Conversely, even if a bank faces a cash flow problem, as long as a run crisis doesn’t occur, it won’t face a situation of bankruptcy.

To guard against such unpreventable run crises, there are only two methods. One is for the government to exert certain regulatory control over banks to ensure funds are not used excessively, always keeping a portion reserved for emergencies.

Because of previous economic prosperity, numerous banks used the majority of their funds for speculative profit.

When the economic crisis erupted, they simply couldn’t obtain funds from elsewhere for circulation, what else can a cash-strapped bank do but go bankrupt?

Indeed, just like Carlo said, as long as the Austro-Hungarian Empire Government responds swiftly, the impact of this so-called economic crisis is actually not as severe.

At least for the Austro-Hungarian Empire, it’s not a devastating blow, those nations with the fastest industrial expansion suffer the greatest impact.

Although the Austro-Hungarian Empire has good industry and economy, its development speed in the past decade doesn’t even rank in the top five globally.

In recent years, the fastest developing countries are invariably Britain, the United States, and Germany; the Austro-Hungarian Empire’s development speed even ranks behind that of the French, which is also why the Austro-Hungarian Empire’s impact isn’t too severe.

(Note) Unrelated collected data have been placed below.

/**
 * Validates an export request (search-param record: the export's keys plus the source query's own
 * parameters), resolves its flights for the viewer and returns the stream to send.
 * @throws ExportRequestError (422 bad parameters, 404 hidden or unknown flight).
 */
export async function createExport(handle: DbLike, viewer: Viewer, record: Record<string, string>, context: ExportContext = {}): Promise<ExportOutput> {
  const { exportRecord, queryRecord } = splitExportRecord(record);
  const parsed = exportOptionsSchema.safeParse(exportRecord);
  if (!parsed.success) {
    throw new ExportRequestError(422, "invalid-request", parsed.error.issues.map((i) => `${i.path.join(".") || "request"}: ${i.message}`).join("; "));
  }
  const options = parsed.data;
  const scope = await resolveExportScope(handle, viewer, options, queryRecord);
  const now = context.now ?? new Date();
  const pageSize = context.flightPageSize ?? 100;
  const base = `lapsebank-${options.source}-${timestampForName(now)}`;
  switch (options.format) {
    case "csv": {
      const { table } = tablePages(handle, viewer, scope, options.table, pageSize, null);
      return { fileName: `${base}-${table.name}.csv`, contentType: "text/csv; charset=utf-8", options, scope, body: bytesOf(tableCsvPages(handle, viewer, scope, options.table, pageSize, null), context.chunksDoneOnNext ?? false) };
    }
    case "json": {
      const invented = await countInventedFlights(handle.db, scope.flightIds);
      return { fileName: `${base}.json`, contentType: "application/json; charset=utf-8", options, scope, body: jsonChunks(handle, viewer, scope, options, now, pageSize, invented) };
    }
    case "package":
      return { fileName: `${base}.zip`, contentType: "application/zip", options, scope, body: packageChunks(handle, viewer, scope, options, now, pageSize) };
    case "netcdf": {
      // Loaded on demand: the other formats (and the heap-capped CLI worker) never load the HDF5 module.
      const { netcdfChunks, writeNetcdfFile } = await import("./netcdf.ts");
      const write = async (filePath: string) => {
        const facts = { title: options.title ?? defaultTitle(scope, now), programName: await programName(handle.db), lapsebankVersion: LAPSEBANK_VERSION, createdAtUtc: now, licence: licenceById(options.licence) };
        return writeNetcdfFile(filePath, handle.db, viewer, scope, facts, openLevelReader(handle), pageSize);
      };
      return { fileName: `${base}.nc`, contentType: "application/x-netcdf", options, scope, body: netcdfChunks(write) };
    }
  }
}

function packageTables(scope: ExportScope, options: ExportOptions): TableName[] {
  const names: TableName[] = ["flights", "runs", "layers", "levels", "calibrations"];
  if (options.raw) names.push("raw-files");
  if (scope.queryValues) names.push("query-values");
  return names;
}

async function programName(db: Db): Promise<string> {
  const settings = await db.programSettings.findUnique({ where: { id: 1 }, select: { programName: true } });
  return settings?.programName ?? "Lapsebank program";
}

function defaultTitle(scope: ExportScope, now: Date): string {
  const what = scope.description.source === "climatology" ? "climatology query" : scope.description.source === "flight" ? "flight" : "archive selection";
  return `Lapsebank temperature soundings: ${what}, exported ${now.toISOString().slice(0, 10)}`;
}

function packageFacts(options: ExportOptions, scope: ExportScope, collected: Collected, now: Date, program: string, resources: ResourceFacts[]): PackageFacts {
  return {
    name: `lapsebank-${options.source}-${timestampForName(now)}`.toLowerCase(),
    title: options.title ?? defaultTitle(scope, now),
    createdAtUtc: now,
    lapsebankVersion: LAPSEBANK_VERSION,
    programName: program,
    licence: licenceById(options.licence),
    query: scope.description,
    schools: [...collected.schools.entries()].map(([id, name]) => ({ id, name })).sort((a, b) => a.name.localeCompare(b.name)),
    analysisVersions: [...collected.analysisVersions].sort(),
    analysisParameterSets: [...collected.parameterSets.values()],
    calibrationIds: [...collected.calibrationIds].sort(),
    flightCount: collected.flightCount,
    inventedFlightCount: collected.inventedFlightCount,
    includesRawFiles: options.raw,
    resources,
  };
}

/** How many of the scope's flights are invented (the scope already applies the viewer's visibility). */
async function countInventedFlights(db: Db, flightIds: readonly string[]): Promise<number> {
  let count = 0;
  for (let i = 0; i < flightIds.length; i += 5000) count += await db.flight.count({ where: { id: { in: flightIds.slice(i, i + 5000) }, synthetic: true } });
  return count;
}

/**
 * One JSON document: metadata (with how many flights are invented and, if any are, a sentence
 * saying so), the data dictionary (Table Schemas), then every table as an array of records.
 */
async function* jsonChunks(handle: DbLike, viewer: Viewer, scope: ExportScope, options: ExportOptions, now: Date, pageSize: number, inventedFlightCount: number): AsyncGenerator<Uint8Array> {
  const collected = newCollected();
  const names = packageTables(scope, { ...options, raw: false });
  const tables = names.map((name) => tablePages(handle, viewer, scope, name, pageSize, collected));
  const head = {
    format: "lapsebank-export",
    lapsebankVersion: LAPSEBANK_VERSION,
    created: now.toISOString(),
    title: options.title ?? defaultTitle(scope, now),
    licence: licenceById(options.licence),
    query: scope.description,
    inventedFlightCount,
    ...(inventedFlightCount > 0 ? { inventedData: inventedDataSentence(inventedFlightCount, scope.flightIds.length) } : {}),
    dataDictionary: Object.fromEntries(tables.map(({ table }) => [table.name, tableSchema(table)])),
  };
  yield encoder.encode(`{"lapsebank":${JSON.stringify(head)},"tables":{`);
  for (const [t, { table, pages }] of tables.entries()) {
    const fields = table.fields as ReadonlyArray<ExportField<unknown>>;
    yield encoder.encode(`${t ? "," : ""}${JSON.stringify(table.name)}:[`);
    let first = true;
    for await (const page of pages()) {
      let text = "";
      for (const row of page) {
        const record: Record<string, unknown> = {};
        for (const f of fields) record[f.name] = jsonValueOf(f, row);
        text += (first ? "" : ",") + JSON.stringify(record);
        first = false;
      }
      if (text) yield encoder.encode(text);
    }
    yield encoder.encode("]");
  }
  const provenance = {
    schools: [...collected.schools.entries()].map(([id, name]) => ({ id, name })),
    analysisVersions: [...collected.analysisVersions].sort(),
    analysisParameters: [...collected.parameterSets.values()],
    calibrationsUsed: [...collected.calibrationIds].sort(),
    flightCount: collected.flightCount,
    inventedFlightCount: collected.inventedFlightCount,
  };
  yield encoder.encode(`},"provenance":${JSON.stringify(provenance)}}\n`);
}

/** Zip offsets are 32-bit without ZIP64 (fflate writes none): stop with a clear message rather than write a broken zip. */
export const MAX_PACKAGE_BYTES = 0xffff_ffff;

async function* packageChunks(handle: DbLike, viewer: Viewer, scope: ExportScope, options: ExportOptions, now: Date, pageSize: number): AsyncGenerator<Uint8Array> {
  let bytes = 0;
  for await (const chunk of packageEntries(handle, viewer, scope, options, now, pageSize)) {
    bytes += chunk.length;
    if (bytes > MAX_PACKAGE_BYTES) throw new Error("the data package would exceed 4 GiB, the zip limit without ZIP64; export fewer flights or leave out the raw files");
    yield chunk;
  }
}

/** One CSV resource being written into the package: hashes and counts what passes through. */
class ResourceSink {
  private readonly hash = createHash("sha256");
  private readonly format: (row: unknown) => string;
  private bytes = 0;
  private rows = 0;
  readonly path: string;
  private readonly entry: NativeDeflateEntry;

  constructor(
    private readonly queue: ZipQueue,
    readonly table: ExportTable<never>,
  ) {
    this.path = `data/${table.name}.csv`;
    this.entry = queue.nativeEntry(this.path);
    this.format = rowFormatter(table.fields as ReadonlyArray<ExportField<unknown>>);
  }

  async header(): Promise<void> {
    await this.write(csvHeader(this.table), 0);
  }

  /** Formats and writes a page of rows. */
  async rowsOf(page: readonly unknown[]): Promise<void> {
    let text = "";
    for (const row of page) text += this.format(row);
    if (text) await this.write(encoder.encode(text), page.length);
  }

  /** Writes CSV records formatted elsewhere; `release` runs once the bytes are compressed. */
  async write(bytes: Uint8Array, rows: number, release?: () => void): Promise<void> {
    this.hash.update(bytes);
    this.bytes += bytes.length;
    this.rows += rows;
    await this.queue.room();
    await this.entry.write(bytes, release);
  }

  async end(): Promise<ResourceFacts> {
    await this.entry.end();
    return { table: this.table, path: this.path, bytes: this.bytes, sha256: this.hash.digest("hex"), rowCount: this.rows };
  }
}

/**
 * The zip data package, streamed. The levels table (millions of rows, formatted by worker threads)
 * is the first entry; the other tables are written at the same time on this thread, and fflate
 * places their compressed bytes after it. Flights and runs come from one pass over the flights.
 * Then the raw files, the descriptor, citation and README.
 */
async function* packageEntries(handle: DbLike, viewer: Viewer, scope: ExportScope, options: ExportOptions, now: Date, pageSize: number): AsyncGenerator<Uint8Array> {
  const db = handle.db;
  const queue = new ZipQueue(now);
  const collected = newCollected();
  const names = packageTables(scope, options);
  const written = new Map<TableName, ResourceFacts>();
  let stopped = false;
  const tableOf = (name: TableName) => tablePages(handle, viewer, scope, name, pageSize, collected);

  // Entries in zip order: levels first, then the rest in the package's resource order.
  const zipOrder: TableName[] = ["levels", ...names.filter((n) => n !== "levels")];
  const sinks = new Map<TableName, ResourceSink>(zipOrder.map((name) => [name, new ResourceSink(queue, tableOf(name).table)]));
  const sinkOf = (name: TableName) => sinks.get(name) as ResourceSink;

  const writeFlightsAndRuns = async () => {
    const flights = sinkOf("flights");
    const runs = sinkOf("runs");
    await flights.header();
    await runs.header();
    for await (const page of readFlightPages(db, viewer, scope.flightIds, pageSize)) {
      if (stopped) return;
      collect(collected, page);
      await flights.rowsOf(page);
      await runs.rowsOf(page.flatMap((f) => (f.run ? [{ ...f.run, synthetic: f.synthetic }] : [])));
    }
    written.set("flights", await flights.end());
    written.set("runs", await runs.end());
  };
  const writeTable = async (name: TableName) => {
    const sink = sinkOf(name);
    for await (const page of tableCsvPages(handle, viewer, scope, name, pageSize, collected)) {
      if (stopped) return;
      await sink.write(page.bytes, page.rows, page.release);
    }
    written.set(name, await sink.end());
  };
  const writeRawFiles = async () => {
    for await (const page of readFlightPages(db, viewer, scope.flightIds, pageSize)) {
      for (const f of page) {
        if (stopped) return;
        await queue.room();
        queue.entry(`${rawPath(f.id, f.rawFile.name)}`, 1).push(await readRawBytes(db, f.rawFile.id), true);
      }
    }
  };

  let done = false;
  const work = Promise.all([
    writeTable("levels"),
    (async () => {
      await writeFlightsAndRuns();
      for (const name of names) if (name !== "levels" && name !== "flights" && name !== "runs") await writeTable(name);
      if (options.raw) await writeRawFiles();
    })(),
  ]).finally(() => {
    done = true;
  });
  work.catch(() => {
    stopped = true;
  });
  try {
    while (!done) {
      await Promise.race([queue.output(), work]);
      yield* queue.take();
    }
    await work;
  } finally {
    stopped = true;
  }

  const resources = names.map((name) => written.get(name) as ResourceFacts);
  const facts = packageFacts(options, scope, collected, now, await programName(db), resources);
  queue.text(`datapackage.json`, `${JSON.stringify(dataPackageDescriptor(facts), null, 2)}\n`);
  queue.text(`CITATION.cff`, citationCff(facts));
  queue.text(`README.md`, readmeText(facts));
  queue.end();
  yield* queue.take();
}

Sure enough, just as Carlo anticipated. The impact of the economic crisis was indeed severe for the Austro-Hungarian Empire, but only for the week preceding the crisis.

After the banks and construction companies that speculated for profit quickly went bankrupt, most of what remained were factories and enterprises focused on industry.

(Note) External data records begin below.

#: Ratings a stand-in must meet or beat, by kind: (param, op, hard). ``hard=False``
#: means missing it only warns (a characteristic the design may not lean on).
_RATINGS: dict[Kind, tuple[tuple[str, Op, bool], ...]] = {
    Kind.BJT: (("vceo", GE, True), ("ic", GE, True), ("pd", GE, True), ("ft", GE, True),
               ("hfe", GE, False), ("ccb", LE, False), ("nf", LE, False)),
    Kind.FET: (("vds", GE, True), ("id", GE, True), ("pd", GE, True), ("gfs", GE, False),
               ("rds_on", LE, False), ("ciss", LE, False), ("crss", LE, False),
               ("nf", LE, False)),
    Kind.DIODE: (("vrrm", GE, True), ("if_avg", GE, True), ("pd", GE, True),
                 ("vf", LE, False), ("cj", LE, False), ("trr", LE, False), ("ir", LE, False),
                 ("ifsm", GE, False), ("cv_ratio", GE, True), ("rs", LE, False),
                 ("q", GE, False)),
    Kind.CAPACITOR: (("v_rated", GE, True), ("v_ac", GE, True), ("esr", LE, False),
                     ("i_ripple", GE, False)),
    Kind.RESISTOR: (("p_rated", GE, True), ("v_limit", GE, False), ("tc", LE, False)),
    Kind.INDUCTOR: (("isat", GE, True), ("irms", GE, True), ("srf", GE, False),
                    ("q", GE, False), ("dcr", LE, False)),
    Kind.CRYSTAL: (("r1", LE, False), ("drive", GE, False)),
    Kind.IC: (("vin", GE, True), ("iout", GE, True), ("vdrop", LE, False), ("gbw", GE, False),
              ("slew", GE, False)),
}


def _p(param: str, op: Op, value: float | str, why: str, **kw: object) -> Requirement:
    return Requirement(param, op, value, Source.PART, why, **kw)  # type: ignore[arg-type]


def _r(param: str, op: Op, value: float | str, why: str, rule: str, **kw: object
       ) -> Requirement:
    return Requirement(param, op, value, Source.ROLE, why, rule, **kw)  # type: ignore[arg-type]


def safety_class(attr: str, role: Role) -> str:
    """The IEC 60384-14 class a position needs from a part's marking (``X1/Y2``): the Y
    class in a line-to-earth position, the X class across the line, else the first."""
    classes = [c.strip().upper() for c in attr.replace(",", "/").split("/") if c.strip()]
    letter = "Y" if role is Role.MAINS_Y else "X" if role is Role.MAINS_X else None
    for c in classes:
        if letter and c.startswith(letter):
            return c
    return classes[0] if classes else attr.strip().upper()


def part_tolerance(part: PartSpec) -> tuple[float, float] | None:
    """The part's tolerance as signed fractions (−0.05, +0.05), or None if not stated."""
    vals = part.values("tol")
    if not vals:
        return None
    lo = [p.value for p in vals if p.bound is Bound.MIN]
    hi = [p.value for p in vals if p.bound is Bound.MAX]
    if lo and hi:
        return (min(lo), max(hi))
    worst = max(abs(p.value) for p in vals)
    return (-worst, worst)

Although these factories and enterprises also faced rather severe bankruptcy crises, they at least had some foundation, allowing them to endure longer.

They also awaited the Austro-Hungarian Empire’s aid. On the second day of the crisis outbreak, the Austro-Hungarian Empire Government announced it would use 300 million Rhine Shields for market rescue, prioritizing aid for some more important and large factories and enterprises.

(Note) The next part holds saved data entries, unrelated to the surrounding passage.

"""Read a CSV or XLSX file into validated rows of text.

This module knows nothing about parts or the store: it finds the header row, maps the file's
headers to the caller's canonical column names, refuses oversize or hostile files, and catches the
ways a spreadsheet mangles text (dates made from ``1-10``, ``1E3`` turned into 1000, long numbers
cut to 15 digits, decimal commas mixed with points). Every refusal is an
:class:`~stock.errors.ImportFileError` naming file, sheet, row and column.

Row numbers are the ones a spreadsheet shows: 1-based, counting every row of the sheet (for CSV,
every record, so a quoted cell that spans lines is still one row).
"""

from __future__ import annotations

import codecs
import csv
import datetime as dt
import io
import re
from collections import Counter
from collections.abc import Callable, Iterable, Iterator, Mapping, Sequence
from dataclasses import dataclass, field
from enum import Enum
from itertools import chain, repeat
from operator import itemgetter
from pathlib import Path
from typing import Any

from stock.errors import ImportFileError, suggest
from stock.gcpause import cycle_collector_paused
from stock.sheets.escape import APOSTROPHE
from stock.sheets.limits import DEFAULT_LIMITS, Limits, check_file_size, check_xlsx_archive

#: The header row is looked for among the first this-many rows of the file (common practice:
#: a title, a date and a blank line or two above the header).
HEADER_SEARCH_ROWS = 20

#: Suffixes read as CSV and as XLSX workbooks.
CSV_SUFFIXES = frozenset({".csv", ".txt", ".tsv"})
XLSX_SUFFIXES = frozenset({".xlsx", ".xlsm"})

#: Delimiters tried when sniffing a CSV file, in order of preference on a tie.
DELIMITERS = (",", ";", "\t")

#: A spreadsheet keeps 15 significant decimal digits of a number (IEEE 754 double, as the
#: spreadsheet shows it; digits after the 15th are replaced by zeros).
SPREADSHEET_DIGITS = 15

_FIX_TEXT = (
    "format the column as Text (or type the value with a leading apostrophe), "
    "correct the value and save again"
)


@dataclass(frozen=True)
class Row:
    """One data row: its row number in the file and its cells by canonical column name."""

    number: int  # 1-based row number IN THE FILE (for error messages)
    cells: dict[str, str]  # canonical column -> cell text, stripped ('' for empty)


@dataclass(frozen=True)
class Table:
    """What :func:`read_table` found in a file."""

    file: str  # path as given
    sheet: str | None  # sheet name (XLSX) or None (CSV)
    header_row: int  # 1-based row number of the detected header in the file
    columns: list[str]  # canonical column names found, in file order
    rows: list[Row]
    #: (row, first row it repeats) for each data row whose cells equal an earlier row's.
    duplicates: list[tuple[int, int]] = field(default_factory=list)
    #: Header texts in the file that map to no canonical column (their cells are not read).
    ignored: list[str] = field(default_factory=list)
    #: CSV only: the text encoding and the delimiter that were detected.
    encoding: str | None = None
    delimiter: str | None = None


class _Kind(Enum):
    PLAIN = "plain"
    TEXT = "text"
    NUMERIC = "numeric"


def normalize_header(text: str) -> str:
    """Header text reduced for matching: case-folded, letters and digits only (``Part No.`` →
    ``partno``)."""
    return "".join(ch for ch in text.casefold() if ch.isalnum())


# --- spreadsheet mangling patterns (text columns of a CSV file) --------------------------------
# Spreadsheets turn typed text that looks like a day and month into a date and export the date in
# the display format of the locale: ISO, d/m/y or m/d/y, d.m.yyyy, or d-Mmm (the common default for
# "1-10" is "1-Oct" or "10-Jan"; "10-50" becomes "Oct-50"). Month abbreviations as displayed by
# the spreadsheet are title case, which keeps upper-case part names such as "MAR-6" clear.
_MONTHS = "Jan|Feb|Mar|Apr|May|Jun|Jul|Aug|Sep|Oct|Nov|Dec"
_TIME = r"(?:[ T]\d{1,2}:\d{2}(?::\d{2}(?:\.\d+)?)?)?"
_SUSPECT = re.compile(
    rf"(?P<date>\d{{4}}-\d{{1,2}}-\d{{1,2}}{_TIME}"
    rf"|\d{{1,2}}/\d{{1,2}}/(?:\d{{4}}|\d{{2}}){_TIME}"
    rf"|\d{{1,2}}\.\d{{1,2}}\.\d{{4}}{_TIME}"
    rf"|(?P<day>\d{{1,2}})-(?P<mon>{_MONTHS})(?:-\d{{2}}(?:\d{{2}})?)?"
    rf"|(?P<mon2>{_MONTHS})-(?P<num2>\d{{2}}))"
    r"|(?P<sci>[+-]?(?:\d+\.?\d*|\.\d+)[eE][+-]?\d+)"
    r"|(?P<long>\d{16,})"
)
_SUSPECT_START = frozenset("0123456789+-.JFMASOND")
# The same, for a whole column of cells joined by NUL (the fast path of a CSV import).
# Search "\0" + joined + "\0": the literal NUL first lets the regex engine skip ahead quickly.
_SUSPECT_IN_COLUMN = re.compile(rf"\0(?=[0-9+\-.JFMASOND])(?:{_SUSPECT.pattern})(?=\0)")

_BLOCK_ROWS = 4096  # rows checked together on the fast path of a CSV import

# --- numbers in numeric columns ------------------------------------------------------------------
_INT = re.compile(r"[+-]?\d+")
_POINT = re.compile(r"[+-]?(?:\d+\.\d*|\.\d+)(?:[eE][+-]?\d+)?|[+-]?\d+[eE][+-]?\d+")
_COMMA = re.compile(r"[+-]?\d*,\d+")
_THOUSANDS = re.compile(r"[+-]?\d{1,3}(?:,\d{3})+")
_NUMBER_OR_EMPTY = r"(?:[+-]?(?:\d+(?:\.\d*)?|\.\d+)(?:[eE][+-]?\d+)?)?"
# A column of cells joined by NUL, each empty, an integer, or a number with a decimal point.
_DROP_ASCII_DIGITS = str.maketrans("", "", "0123456789")
_POINT_COLUMN = re.compile(rf"{_NUMBER_OR_EMPTY}(?:\0{_NUMBER_OR_EMPTY})*")


def _month_number(abbrev: str) -> int:
    return _MONTHS.split("|").index(abbrev) + 1


def _csv_text_problem(text: str) -> str | None:
    """Why a CSV cell of a text column looks mangled by a spreadsheet, or None."""
    if text[0] not in _SUSPECT_START:
        return None
    m = _SUSPECT.fullmatch(text)
    if m is None:
        return None
    if m["date"]:
        if m["day"]:
            month = _month_number(m["mon"])
            guess = f" (perhaps '{m['day']}-{month}' or '{month}-{m['day']}' was typed)"
        elif m["mon2"]:
            guess = f" (perhaps '{_month_number(m['mon2'])}-{m['num2']}' was typed)"
        else:
            guess = ""
        return f"{text!r} looks like a date a spreadsheet made from the text{guess}; {_FIX_TEXT}"
    if m["sci"]:
        return (
            f"{text!r} is a number in scientific notation: a spreadsheet turned text such as "
            f"'1E3' into a number (or shortened a long number); {_FIX_TEXT}"
        )
    significant = text.lstrip("0")
    if len(significant) > SPREADSHEET_DIGITS and not significant[SPREADSHEET_DIGITS:].strip("0"):
        return (
            f"{text!r} looks like a long number a spreadsheet cut to {SPREADSHEET_DIGITS} digits "
            f"(the rest became zeros); {_FIX_TEXT}"
        )
    return None


def format_number(value: float) -> str:
    """Render a spreadsheet number as the spreadsheet shows it in General format (up to 15
    significant digits; integers without a decimal point)."""
    if value == int(value) and abs(value) < 10**SPREADSHEET_DIGITS:
        return str(int(value))
    return format(value, f".{SPREADSHEET_DIGITS}g")


@dataclass
class _Column:
    index: int  # 0-based index in the raw row
    name: str  # canonical
    header: str  # as written in the file
    kind: _Kind


@dataclass
class _Source:
    file: str
    path: Path
    sheet: str | None
    total: int  # rows in the file / sheet
    rows: Iterator[tuple[int, list[Any]]]  # (1-based row number, raw cells)
    is_xlsx: bool
    encoding: str | None = None
    delimiter: str | None = None
    col_offset: int = 0  # XLSX: 0-based sheet column of raw cell 0
    records: list[list[str]] | None = None  # CSV: every record, row n at index n - 1
    close: Callable[[], None] = lambda: None


# --- opening files -------------------------------------------------------------------------------


def _decode(data: bytes, file: str) -> tuple[str, str]:
    """Decode CSV bytes: UTF-8 (BOM stripped), UTF-16 with BOM, else Windows-1252."""
    if data.startswith(codecs.BOM_UTF8):
        try:
            return data[len(codecs.BOM_UTF8) :].decode("utf-8"), "utf-8-sig"
        except UnicodeDecodeError as exc:
            raise ImportFileError(
                f"starts as UTF-8 but byte {exc.start} is not UTF-8; save it again as CSV UTF-8",
                file=file,
            ) from None
    if data.startswith((codecs.BOM_UTF16_LE, codecs.BOM_UTF16_BE)):
        # Spreadsheets' "Unicode text" export: UTF-16 with a byte-order mark, tab-delimited.
        try:
            return data.decode("utf-16"), "utf-16"
        except UnicodeDecodeError:
            raise ImportFileError(
                "damaged UTF-16 text; save it again as CSV UTF-8", file=file
            ) from None
    try:
        return data.decode("utf-8"), "utf-8"
    except UnicodeDecodeError:
        pass
    # Windows-1252 is what older spreadsheets write for "CSV" on Western-European systems;
    # it has µ (0xB5) but no Ω, which such files spell "Ohm" (or get as '?').
    try:
        return data.decode("cp1252"), "cp1252"
    except UnicodeDecodeError as exc:
        raise ImportFileError(
            f"byte 0x{data[exc.start]:02X} at offset {exc.start} is neither UTF-8 nor "
            "Windows-1252 text; save the file as CSV UTF-8",
            file=file,
        ) from None


def _sniff_delimiter(text: str) -> str:
    """Pick the delimiter that splits most lines of the start of the file into the same number
    (more than one) of cells; ties go to the earlier of ``DELIMITERS``.

    A delimiter that splits the first line (the header, in most files) into that same
    number of cells comes before one that does not: quoted cells holding another candidate
    delimiter and line breaks (``";\n;"``) can make a wrong one split more lines."""
    sample = text[:65536]
    if len(text) > len(sample):
        sample = sample[: sample.rfind("\n") + 1] or sample
    best: tuple[int, int, int] = (0, 0, 0)
    chosen = DELIMITERS[0]
    for delimiter in DELIMITERS:
        try:
            records = [rec for rec in csv.reader(io.StringIO(sample, newline=""),
                                                 delimiter=delimiter) if rec]
        except csv.Error:
            continue
        widths = Counter(len(rec) for rec in records if len(rec) > 1)
        if not widths:
            continue
        width, count = max(widths.items(), key=lambda wc: (wc[1], wc[0]))
        score = (int(len(records[0]) == width), count, width)
        if score > best:
            best, chosen = score, delimiter
    return chosen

As long as these major factories and enterprises survive, the industries lost due to the economic crisis still will have a chance to revive.

But if these major factories and enterprises go bankrupt in the crisis, rebuilding in the future won’t be easy.

After Vienna’s economic crisis was temporarily stabilized, the ones suffering next turned out to be Germany and France.

Among them, Germany suffered more severely, as Germany’s development speed in recent years has been one of the fastest in Europe.

After receiving 5 billion francs of amicable aid from France, Germany’s industrial expansion speed and railway building speed were remarkably fast.

billion francs is equivalent to 200 million pounds, this is an extremely vast sum even for the British Empire. The Germans indeed used this funding to swiftly propel the German Empire towards industrialization.

Furthermore, due to integrating resources and industry throughout the German Region, the German Empire leaped into becoming an industrial giant and economic powerhouse in Europe.

However, such status doesn’t grant any advantage in an economic crisis, rather it leads to a more severe economic crisis due to recent rapid economic and industrial expansion.

About ten days after Vienna’s economic crisis erupted, its impact had reached Berlin’s stock exchange.

On the day of impact, many companies faced severe bankruptcy crises. Luckily, during these ten days, the German Government had already prepared, announcing a plan to rescue the stock exchange market on the day Germany was affected.

Furthermore, Germany’s big construction projects have just started a few years ago, not yet reaching a situation like the United States where production far exceeds demand.

Under the effective control of the German Government, the economic crisis’s impact on Germany wasn’t overly severe.